* [Work to complete] Print the first line of the data below and every one after it, through the line containing "the responses to", exactly as written.

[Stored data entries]
──────────────────────────────
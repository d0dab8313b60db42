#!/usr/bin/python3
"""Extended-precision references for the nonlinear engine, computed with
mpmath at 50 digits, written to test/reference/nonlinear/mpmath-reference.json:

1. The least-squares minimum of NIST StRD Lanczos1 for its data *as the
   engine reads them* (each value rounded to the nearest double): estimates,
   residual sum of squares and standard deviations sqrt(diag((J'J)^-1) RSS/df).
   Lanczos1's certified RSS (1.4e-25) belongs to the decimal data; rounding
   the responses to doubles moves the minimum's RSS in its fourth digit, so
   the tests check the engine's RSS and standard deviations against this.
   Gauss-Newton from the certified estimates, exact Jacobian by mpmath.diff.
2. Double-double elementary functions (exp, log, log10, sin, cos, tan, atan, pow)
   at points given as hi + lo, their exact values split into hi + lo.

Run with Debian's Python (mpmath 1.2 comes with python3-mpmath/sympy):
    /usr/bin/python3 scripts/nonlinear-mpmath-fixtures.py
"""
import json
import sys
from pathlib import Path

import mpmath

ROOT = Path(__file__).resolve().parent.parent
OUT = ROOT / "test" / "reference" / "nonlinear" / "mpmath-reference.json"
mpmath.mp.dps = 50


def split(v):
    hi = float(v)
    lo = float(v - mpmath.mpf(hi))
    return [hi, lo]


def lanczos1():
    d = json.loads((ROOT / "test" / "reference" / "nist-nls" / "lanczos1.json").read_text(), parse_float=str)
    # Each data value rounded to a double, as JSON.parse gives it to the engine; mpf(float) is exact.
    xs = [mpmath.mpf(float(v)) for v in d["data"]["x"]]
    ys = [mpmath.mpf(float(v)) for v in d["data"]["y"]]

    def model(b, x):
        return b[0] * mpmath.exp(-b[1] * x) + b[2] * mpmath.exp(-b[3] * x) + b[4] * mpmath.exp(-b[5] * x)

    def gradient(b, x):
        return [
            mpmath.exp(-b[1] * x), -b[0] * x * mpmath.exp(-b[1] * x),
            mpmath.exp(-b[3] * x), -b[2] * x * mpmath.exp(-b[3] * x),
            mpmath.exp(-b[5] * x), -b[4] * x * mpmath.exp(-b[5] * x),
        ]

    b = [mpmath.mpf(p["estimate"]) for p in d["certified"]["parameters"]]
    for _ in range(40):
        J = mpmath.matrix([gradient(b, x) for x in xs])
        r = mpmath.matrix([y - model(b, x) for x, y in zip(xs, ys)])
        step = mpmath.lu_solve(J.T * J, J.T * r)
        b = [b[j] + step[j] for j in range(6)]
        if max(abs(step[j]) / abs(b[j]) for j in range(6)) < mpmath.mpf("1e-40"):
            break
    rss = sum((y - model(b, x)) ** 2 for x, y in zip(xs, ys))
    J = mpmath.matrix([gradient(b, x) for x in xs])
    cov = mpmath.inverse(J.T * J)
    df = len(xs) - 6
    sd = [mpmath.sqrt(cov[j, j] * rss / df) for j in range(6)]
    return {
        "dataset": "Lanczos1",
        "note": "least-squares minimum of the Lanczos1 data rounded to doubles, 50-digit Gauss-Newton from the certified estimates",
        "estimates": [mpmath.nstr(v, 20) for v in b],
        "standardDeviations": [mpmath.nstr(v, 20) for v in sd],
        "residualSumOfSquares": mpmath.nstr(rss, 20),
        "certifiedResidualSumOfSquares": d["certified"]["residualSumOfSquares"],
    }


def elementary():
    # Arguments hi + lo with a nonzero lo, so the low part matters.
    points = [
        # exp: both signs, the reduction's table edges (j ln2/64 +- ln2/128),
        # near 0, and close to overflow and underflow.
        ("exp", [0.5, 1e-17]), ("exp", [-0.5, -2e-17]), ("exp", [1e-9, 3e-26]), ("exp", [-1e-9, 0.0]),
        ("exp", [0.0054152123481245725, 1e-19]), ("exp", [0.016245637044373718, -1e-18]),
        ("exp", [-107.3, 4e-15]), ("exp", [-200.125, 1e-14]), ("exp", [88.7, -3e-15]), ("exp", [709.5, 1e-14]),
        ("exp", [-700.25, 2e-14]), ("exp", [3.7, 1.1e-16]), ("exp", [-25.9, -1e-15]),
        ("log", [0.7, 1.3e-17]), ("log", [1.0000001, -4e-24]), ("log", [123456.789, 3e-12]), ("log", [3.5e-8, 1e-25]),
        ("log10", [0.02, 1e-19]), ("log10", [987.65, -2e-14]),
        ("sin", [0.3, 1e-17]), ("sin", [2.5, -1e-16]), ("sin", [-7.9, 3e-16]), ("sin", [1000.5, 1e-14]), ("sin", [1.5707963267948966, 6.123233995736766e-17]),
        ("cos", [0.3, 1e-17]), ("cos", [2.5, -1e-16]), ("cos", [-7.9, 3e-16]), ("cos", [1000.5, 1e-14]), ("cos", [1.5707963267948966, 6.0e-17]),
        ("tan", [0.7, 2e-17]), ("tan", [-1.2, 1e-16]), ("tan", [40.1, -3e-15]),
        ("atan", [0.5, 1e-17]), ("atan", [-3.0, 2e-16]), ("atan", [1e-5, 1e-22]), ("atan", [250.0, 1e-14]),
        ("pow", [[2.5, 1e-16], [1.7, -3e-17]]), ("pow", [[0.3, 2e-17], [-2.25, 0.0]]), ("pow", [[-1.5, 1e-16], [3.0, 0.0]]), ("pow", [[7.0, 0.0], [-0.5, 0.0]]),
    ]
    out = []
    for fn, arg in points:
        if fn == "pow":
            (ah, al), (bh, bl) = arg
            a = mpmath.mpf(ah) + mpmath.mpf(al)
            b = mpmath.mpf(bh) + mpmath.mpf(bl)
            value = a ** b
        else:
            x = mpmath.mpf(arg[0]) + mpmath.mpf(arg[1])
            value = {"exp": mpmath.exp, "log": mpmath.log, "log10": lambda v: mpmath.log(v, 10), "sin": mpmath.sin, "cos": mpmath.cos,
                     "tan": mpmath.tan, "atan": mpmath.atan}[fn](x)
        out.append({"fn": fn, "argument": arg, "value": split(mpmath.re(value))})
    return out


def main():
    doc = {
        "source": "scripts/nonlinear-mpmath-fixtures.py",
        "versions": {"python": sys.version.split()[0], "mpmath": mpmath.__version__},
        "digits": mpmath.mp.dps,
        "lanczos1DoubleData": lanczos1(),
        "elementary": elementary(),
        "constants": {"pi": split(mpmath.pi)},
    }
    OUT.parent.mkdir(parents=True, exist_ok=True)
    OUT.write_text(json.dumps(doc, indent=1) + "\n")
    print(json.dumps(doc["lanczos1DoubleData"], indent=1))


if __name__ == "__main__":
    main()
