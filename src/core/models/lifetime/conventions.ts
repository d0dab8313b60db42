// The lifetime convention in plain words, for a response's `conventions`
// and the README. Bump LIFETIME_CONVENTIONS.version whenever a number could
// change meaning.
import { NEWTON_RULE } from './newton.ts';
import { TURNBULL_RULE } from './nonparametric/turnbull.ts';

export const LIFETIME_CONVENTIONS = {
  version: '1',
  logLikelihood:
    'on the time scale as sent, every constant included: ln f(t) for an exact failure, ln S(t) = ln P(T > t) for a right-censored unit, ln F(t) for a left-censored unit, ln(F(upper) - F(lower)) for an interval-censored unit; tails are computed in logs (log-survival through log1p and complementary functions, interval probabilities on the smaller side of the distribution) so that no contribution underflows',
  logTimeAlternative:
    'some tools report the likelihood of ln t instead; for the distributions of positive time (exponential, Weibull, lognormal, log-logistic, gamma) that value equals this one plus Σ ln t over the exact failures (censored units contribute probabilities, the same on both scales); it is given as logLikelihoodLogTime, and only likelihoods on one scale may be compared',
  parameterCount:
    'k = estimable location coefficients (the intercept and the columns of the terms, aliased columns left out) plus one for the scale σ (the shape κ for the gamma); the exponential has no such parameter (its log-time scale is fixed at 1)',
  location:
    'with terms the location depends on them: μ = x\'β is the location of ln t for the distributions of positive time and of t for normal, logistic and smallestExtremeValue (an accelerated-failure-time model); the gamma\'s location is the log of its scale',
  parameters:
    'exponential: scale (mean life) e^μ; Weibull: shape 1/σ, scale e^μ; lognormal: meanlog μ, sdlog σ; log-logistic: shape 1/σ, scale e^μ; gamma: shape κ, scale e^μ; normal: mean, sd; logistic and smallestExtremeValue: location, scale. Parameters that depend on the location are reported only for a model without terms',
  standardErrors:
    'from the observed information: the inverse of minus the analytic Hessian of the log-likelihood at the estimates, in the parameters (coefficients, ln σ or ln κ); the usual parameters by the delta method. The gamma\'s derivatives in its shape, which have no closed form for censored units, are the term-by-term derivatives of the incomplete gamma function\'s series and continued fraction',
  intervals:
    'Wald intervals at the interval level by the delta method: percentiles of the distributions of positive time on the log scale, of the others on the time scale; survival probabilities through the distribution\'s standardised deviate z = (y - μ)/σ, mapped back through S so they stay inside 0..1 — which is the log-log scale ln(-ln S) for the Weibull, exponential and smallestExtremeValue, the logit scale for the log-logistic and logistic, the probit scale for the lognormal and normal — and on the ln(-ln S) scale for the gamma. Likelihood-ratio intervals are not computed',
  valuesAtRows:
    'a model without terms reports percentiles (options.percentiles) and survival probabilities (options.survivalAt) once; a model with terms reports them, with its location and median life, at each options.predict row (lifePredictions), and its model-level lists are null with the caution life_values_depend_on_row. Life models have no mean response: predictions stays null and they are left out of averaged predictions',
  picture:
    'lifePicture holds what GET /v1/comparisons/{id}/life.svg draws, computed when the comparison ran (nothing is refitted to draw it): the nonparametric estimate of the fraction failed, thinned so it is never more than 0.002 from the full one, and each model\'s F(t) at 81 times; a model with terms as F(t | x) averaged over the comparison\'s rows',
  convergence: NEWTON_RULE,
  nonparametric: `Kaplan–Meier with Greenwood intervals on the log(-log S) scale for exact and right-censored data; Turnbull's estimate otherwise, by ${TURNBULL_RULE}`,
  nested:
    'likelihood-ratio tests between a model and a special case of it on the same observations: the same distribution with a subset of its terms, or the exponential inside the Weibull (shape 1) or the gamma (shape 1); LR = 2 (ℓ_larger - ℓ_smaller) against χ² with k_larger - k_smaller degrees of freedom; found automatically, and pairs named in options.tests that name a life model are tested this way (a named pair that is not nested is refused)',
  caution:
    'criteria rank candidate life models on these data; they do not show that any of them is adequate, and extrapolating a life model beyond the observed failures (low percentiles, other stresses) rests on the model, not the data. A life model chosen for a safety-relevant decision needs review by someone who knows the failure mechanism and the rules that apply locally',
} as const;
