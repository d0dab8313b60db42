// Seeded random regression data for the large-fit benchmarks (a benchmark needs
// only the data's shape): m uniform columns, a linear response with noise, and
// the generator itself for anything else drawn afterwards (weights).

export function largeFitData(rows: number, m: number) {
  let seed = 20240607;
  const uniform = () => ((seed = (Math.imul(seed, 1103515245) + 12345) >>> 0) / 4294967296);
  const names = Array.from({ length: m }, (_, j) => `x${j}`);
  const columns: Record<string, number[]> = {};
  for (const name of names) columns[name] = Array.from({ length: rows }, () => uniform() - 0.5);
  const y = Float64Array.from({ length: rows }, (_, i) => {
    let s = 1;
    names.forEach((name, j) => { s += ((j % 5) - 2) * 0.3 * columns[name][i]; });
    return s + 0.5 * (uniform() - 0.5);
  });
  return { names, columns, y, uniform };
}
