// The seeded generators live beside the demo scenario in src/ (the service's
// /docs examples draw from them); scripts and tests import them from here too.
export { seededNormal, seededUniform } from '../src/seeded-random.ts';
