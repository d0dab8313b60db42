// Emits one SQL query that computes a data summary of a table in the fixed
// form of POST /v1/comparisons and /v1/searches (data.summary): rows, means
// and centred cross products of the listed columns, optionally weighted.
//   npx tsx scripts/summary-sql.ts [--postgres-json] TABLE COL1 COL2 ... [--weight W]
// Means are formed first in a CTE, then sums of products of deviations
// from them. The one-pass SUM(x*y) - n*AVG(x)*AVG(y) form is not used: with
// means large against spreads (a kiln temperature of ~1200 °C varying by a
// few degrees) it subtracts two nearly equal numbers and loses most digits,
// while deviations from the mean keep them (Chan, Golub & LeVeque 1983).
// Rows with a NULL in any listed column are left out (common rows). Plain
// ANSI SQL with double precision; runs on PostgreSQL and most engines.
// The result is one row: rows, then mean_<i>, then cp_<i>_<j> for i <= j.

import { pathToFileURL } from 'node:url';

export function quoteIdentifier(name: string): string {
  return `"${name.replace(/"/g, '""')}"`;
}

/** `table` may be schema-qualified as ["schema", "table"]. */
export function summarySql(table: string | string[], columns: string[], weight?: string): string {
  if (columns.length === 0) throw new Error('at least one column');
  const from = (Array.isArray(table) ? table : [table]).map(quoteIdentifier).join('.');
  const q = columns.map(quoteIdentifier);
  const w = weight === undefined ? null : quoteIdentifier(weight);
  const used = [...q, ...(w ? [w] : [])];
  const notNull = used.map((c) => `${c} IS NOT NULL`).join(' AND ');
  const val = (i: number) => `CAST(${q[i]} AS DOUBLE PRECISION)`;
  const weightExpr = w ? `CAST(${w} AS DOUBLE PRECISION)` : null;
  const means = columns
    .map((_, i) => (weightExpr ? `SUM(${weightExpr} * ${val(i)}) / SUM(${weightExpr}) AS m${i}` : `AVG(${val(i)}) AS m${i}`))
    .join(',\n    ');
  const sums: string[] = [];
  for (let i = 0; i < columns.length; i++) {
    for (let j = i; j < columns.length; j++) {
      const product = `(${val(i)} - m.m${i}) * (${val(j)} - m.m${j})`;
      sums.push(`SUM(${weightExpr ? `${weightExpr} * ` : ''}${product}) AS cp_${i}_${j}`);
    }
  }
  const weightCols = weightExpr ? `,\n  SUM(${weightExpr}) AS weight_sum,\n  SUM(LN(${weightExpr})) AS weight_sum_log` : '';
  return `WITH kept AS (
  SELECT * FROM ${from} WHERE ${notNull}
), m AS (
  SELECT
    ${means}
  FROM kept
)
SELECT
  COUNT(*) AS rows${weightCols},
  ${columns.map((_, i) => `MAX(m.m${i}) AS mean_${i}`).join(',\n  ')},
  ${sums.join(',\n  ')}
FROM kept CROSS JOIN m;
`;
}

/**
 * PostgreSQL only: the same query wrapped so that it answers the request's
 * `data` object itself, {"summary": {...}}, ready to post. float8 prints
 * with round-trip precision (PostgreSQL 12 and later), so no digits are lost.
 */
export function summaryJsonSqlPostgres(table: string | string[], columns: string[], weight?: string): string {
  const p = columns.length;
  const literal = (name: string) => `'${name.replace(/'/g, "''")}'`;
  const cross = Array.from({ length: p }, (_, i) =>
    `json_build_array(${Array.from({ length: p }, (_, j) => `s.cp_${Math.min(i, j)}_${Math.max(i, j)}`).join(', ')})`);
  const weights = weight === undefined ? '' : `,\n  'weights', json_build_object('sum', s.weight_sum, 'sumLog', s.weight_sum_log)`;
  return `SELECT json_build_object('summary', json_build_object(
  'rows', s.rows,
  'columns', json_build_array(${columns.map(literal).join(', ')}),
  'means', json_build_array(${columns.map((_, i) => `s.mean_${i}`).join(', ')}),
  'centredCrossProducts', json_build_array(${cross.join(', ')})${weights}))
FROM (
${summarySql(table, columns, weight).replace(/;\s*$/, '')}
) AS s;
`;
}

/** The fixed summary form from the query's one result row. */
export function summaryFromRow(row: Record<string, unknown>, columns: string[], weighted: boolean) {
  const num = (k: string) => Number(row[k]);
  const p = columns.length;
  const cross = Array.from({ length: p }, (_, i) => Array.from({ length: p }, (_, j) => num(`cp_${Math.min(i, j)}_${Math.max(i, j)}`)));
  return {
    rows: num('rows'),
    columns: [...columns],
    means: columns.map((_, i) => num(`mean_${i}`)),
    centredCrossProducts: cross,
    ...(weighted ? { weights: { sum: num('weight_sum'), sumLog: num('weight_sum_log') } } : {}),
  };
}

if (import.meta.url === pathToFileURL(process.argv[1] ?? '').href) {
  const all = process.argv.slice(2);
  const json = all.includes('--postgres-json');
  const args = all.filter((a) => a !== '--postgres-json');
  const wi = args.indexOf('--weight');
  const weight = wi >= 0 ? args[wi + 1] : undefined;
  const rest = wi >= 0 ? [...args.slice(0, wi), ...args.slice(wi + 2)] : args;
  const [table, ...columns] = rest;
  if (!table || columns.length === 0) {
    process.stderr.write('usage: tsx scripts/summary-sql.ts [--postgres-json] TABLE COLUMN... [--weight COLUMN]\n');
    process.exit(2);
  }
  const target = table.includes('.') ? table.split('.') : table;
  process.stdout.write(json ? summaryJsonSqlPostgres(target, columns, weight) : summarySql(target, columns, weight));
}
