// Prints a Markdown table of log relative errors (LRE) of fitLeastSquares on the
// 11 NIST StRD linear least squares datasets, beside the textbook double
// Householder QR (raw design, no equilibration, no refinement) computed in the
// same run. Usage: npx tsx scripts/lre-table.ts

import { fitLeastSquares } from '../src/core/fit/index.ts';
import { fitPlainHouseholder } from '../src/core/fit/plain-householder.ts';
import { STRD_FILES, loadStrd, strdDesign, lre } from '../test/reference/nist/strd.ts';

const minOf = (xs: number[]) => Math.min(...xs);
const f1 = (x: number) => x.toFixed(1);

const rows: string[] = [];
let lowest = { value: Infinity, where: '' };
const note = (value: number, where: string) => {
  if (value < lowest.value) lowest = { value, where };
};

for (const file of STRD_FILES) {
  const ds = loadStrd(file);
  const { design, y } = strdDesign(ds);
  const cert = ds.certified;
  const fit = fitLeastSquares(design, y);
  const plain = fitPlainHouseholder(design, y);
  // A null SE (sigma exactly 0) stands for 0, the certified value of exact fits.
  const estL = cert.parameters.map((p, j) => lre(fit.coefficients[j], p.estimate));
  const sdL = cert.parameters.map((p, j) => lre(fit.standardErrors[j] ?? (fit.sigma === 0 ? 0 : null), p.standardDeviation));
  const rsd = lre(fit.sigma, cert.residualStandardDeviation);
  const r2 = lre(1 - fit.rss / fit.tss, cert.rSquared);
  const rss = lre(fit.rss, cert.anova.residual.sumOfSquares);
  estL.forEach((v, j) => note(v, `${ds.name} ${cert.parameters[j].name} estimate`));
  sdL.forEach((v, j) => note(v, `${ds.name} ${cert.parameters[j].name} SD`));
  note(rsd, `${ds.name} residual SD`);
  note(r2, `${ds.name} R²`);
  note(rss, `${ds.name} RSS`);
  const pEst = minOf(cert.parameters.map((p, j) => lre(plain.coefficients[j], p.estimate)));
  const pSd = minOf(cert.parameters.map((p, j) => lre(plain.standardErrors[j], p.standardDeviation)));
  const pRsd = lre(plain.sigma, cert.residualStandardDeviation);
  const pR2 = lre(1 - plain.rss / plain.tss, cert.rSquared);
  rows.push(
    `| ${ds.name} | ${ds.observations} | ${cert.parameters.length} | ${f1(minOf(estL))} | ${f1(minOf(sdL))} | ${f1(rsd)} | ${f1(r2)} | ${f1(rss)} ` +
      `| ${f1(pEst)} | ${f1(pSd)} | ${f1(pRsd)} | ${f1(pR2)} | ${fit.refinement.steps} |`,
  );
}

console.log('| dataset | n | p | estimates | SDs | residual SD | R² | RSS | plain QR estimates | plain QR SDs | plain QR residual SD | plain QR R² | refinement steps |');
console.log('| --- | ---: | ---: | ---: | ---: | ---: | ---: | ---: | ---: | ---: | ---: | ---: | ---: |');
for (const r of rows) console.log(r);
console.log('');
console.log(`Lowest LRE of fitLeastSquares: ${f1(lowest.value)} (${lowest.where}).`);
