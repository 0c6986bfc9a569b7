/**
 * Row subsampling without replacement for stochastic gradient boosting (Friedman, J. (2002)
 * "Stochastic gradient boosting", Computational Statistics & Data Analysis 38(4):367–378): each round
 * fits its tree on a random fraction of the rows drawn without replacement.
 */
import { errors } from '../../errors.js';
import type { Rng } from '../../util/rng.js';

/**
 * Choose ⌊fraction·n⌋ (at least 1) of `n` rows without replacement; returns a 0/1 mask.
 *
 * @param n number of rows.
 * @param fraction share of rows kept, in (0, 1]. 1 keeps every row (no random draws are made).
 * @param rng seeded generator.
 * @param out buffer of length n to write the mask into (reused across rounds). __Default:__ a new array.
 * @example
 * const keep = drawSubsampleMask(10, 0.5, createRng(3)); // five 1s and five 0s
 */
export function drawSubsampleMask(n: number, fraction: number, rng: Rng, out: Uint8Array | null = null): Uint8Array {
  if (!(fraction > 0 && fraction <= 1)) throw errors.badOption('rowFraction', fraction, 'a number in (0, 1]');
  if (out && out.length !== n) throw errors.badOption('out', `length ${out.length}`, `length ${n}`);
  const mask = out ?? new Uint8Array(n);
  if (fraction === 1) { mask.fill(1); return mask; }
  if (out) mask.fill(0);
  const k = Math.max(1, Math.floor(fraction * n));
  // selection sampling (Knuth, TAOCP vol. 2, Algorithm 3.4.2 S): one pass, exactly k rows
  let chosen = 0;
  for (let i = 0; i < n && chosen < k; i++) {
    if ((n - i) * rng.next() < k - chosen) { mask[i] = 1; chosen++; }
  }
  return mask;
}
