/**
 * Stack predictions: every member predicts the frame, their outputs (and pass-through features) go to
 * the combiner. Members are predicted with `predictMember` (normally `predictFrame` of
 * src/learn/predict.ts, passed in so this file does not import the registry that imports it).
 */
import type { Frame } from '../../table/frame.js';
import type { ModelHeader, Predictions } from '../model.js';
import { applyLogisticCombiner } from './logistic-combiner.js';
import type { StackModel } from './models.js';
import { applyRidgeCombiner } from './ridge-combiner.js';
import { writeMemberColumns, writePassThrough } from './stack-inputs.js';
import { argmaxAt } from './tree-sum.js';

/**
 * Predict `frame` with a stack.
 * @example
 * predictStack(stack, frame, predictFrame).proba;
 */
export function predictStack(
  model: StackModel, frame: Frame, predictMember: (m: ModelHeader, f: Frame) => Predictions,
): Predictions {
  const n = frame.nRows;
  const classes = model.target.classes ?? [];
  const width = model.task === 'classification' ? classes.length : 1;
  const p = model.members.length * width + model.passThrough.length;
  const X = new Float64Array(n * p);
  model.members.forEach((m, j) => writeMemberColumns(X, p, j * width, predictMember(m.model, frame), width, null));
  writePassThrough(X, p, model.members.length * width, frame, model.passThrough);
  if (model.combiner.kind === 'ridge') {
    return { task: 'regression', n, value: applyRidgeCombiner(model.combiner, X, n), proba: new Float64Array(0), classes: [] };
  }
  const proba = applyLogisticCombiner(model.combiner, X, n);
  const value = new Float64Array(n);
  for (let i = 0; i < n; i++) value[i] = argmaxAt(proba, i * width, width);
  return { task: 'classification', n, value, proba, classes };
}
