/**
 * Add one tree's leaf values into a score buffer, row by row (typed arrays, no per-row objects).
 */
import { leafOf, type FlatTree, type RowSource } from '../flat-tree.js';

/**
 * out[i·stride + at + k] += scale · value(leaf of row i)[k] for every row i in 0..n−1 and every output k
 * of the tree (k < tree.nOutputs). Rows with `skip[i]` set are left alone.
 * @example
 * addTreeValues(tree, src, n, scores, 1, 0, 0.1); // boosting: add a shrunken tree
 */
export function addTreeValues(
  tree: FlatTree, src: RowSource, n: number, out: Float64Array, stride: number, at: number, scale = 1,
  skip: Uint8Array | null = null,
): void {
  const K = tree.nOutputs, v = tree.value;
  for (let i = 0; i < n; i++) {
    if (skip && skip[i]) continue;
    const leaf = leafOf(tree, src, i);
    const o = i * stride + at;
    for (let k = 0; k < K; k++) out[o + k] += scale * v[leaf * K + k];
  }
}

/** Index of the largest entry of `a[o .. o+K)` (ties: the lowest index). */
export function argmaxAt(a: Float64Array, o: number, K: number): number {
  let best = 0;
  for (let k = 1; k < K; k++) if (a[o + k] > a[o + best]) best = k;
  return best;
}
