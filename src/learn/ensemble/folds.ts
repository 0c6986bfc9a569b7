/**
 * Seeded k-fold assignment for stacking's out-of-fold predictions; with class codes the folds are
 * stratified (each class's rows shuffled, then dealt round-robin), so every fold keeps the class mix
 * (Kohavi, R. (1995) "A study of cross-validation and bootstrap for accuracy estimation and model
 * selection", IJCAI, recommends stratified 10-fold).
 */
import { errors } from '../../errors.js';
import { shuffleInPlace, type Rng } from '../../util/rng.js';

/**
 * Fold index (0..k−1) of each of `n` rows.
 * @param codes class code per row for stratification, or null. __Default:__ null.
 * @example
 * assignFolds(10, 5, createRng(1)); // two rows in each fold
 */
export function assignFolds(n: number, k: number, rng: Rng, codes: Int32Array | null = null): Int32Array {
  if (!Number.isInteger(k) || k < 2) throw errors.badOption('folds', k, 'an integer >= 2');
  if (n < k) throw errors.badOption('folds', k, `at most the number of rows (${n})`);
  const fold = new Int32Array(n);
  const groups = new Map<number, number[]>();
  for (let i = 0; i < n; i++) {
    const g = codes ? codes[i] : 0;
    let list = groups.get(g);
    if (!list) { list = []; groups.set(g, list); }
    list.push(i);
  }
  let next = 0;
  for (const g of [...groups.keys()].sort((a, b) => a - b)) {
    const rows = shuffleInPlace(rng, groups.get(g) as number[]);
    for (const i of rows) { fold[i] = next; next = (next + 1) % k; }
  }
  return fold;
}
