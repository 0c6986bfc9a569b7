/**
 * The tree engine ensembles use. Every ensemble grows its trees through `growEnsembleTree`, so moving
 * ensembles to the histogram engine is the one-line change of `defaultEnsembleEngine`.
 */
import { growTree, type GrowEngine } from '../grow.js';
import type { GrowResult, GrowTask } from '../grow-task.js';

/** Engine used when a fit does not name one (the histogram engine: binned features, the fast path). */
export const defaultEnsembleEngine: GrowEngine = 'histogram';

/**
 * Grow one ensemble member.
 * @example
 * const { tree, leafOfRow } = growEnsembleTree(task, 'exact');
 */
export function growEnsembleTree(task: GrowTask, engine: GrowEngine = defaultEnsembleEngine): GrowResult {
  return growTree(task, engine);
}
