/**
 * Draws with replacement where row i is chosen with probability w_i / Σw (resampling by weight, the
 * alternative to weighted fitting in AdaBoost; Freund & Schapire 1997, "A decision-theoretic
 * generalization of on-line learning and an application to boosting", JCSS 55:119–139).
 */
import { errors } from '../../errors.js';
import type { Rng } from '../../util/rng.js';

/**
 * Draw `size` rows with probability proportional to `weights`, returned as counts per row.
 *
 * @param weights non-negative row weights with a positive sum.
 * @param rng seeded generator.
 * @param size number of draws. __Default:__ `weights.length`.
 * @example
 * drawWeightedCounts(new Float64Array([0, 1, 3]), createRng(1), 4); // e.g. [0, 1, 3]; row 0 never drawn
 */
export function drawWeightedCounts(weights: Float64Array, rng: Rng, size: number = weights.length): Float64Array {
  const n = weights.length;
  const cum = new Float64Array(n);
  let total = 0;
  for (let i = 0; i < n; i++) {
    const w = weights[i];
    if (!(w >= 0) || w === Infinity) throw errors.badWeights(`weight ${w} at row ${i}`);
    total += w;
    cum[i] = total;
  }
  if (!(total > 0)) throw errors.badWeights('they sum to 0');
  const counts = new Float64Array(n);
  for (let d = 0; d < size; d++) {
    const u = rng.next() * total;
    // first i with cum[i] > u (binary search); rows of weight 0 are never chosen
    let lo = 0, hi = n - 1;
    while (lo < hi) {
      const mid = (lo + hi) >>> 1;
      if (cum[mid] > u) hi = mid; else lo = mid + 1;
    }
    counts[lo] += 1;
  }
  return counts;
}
──────────────────────────────
* [Reply]
repository d0dab8313b60db42
#!/usr/bin/python3
"""Extended-precision references for the nonlinear engine, computed with
mpmath at 50 digits, written to test/reference/nonlinear/mpmath-reference.json:

1. The least-squares minimum of NIST StRD Lanczos1 for its data *as the
   engine reads them* (each value rounded to the nearest double): estimates,
   residual sum of squares and standard deviations sqrt(diag((J'J)^-1) RSS/df).
   Lanczos1's certified RSS (1.4e-25) belongs to the decimal data; rounding
   the responses to doubles moves the minimum's RSS in its fourth digit, so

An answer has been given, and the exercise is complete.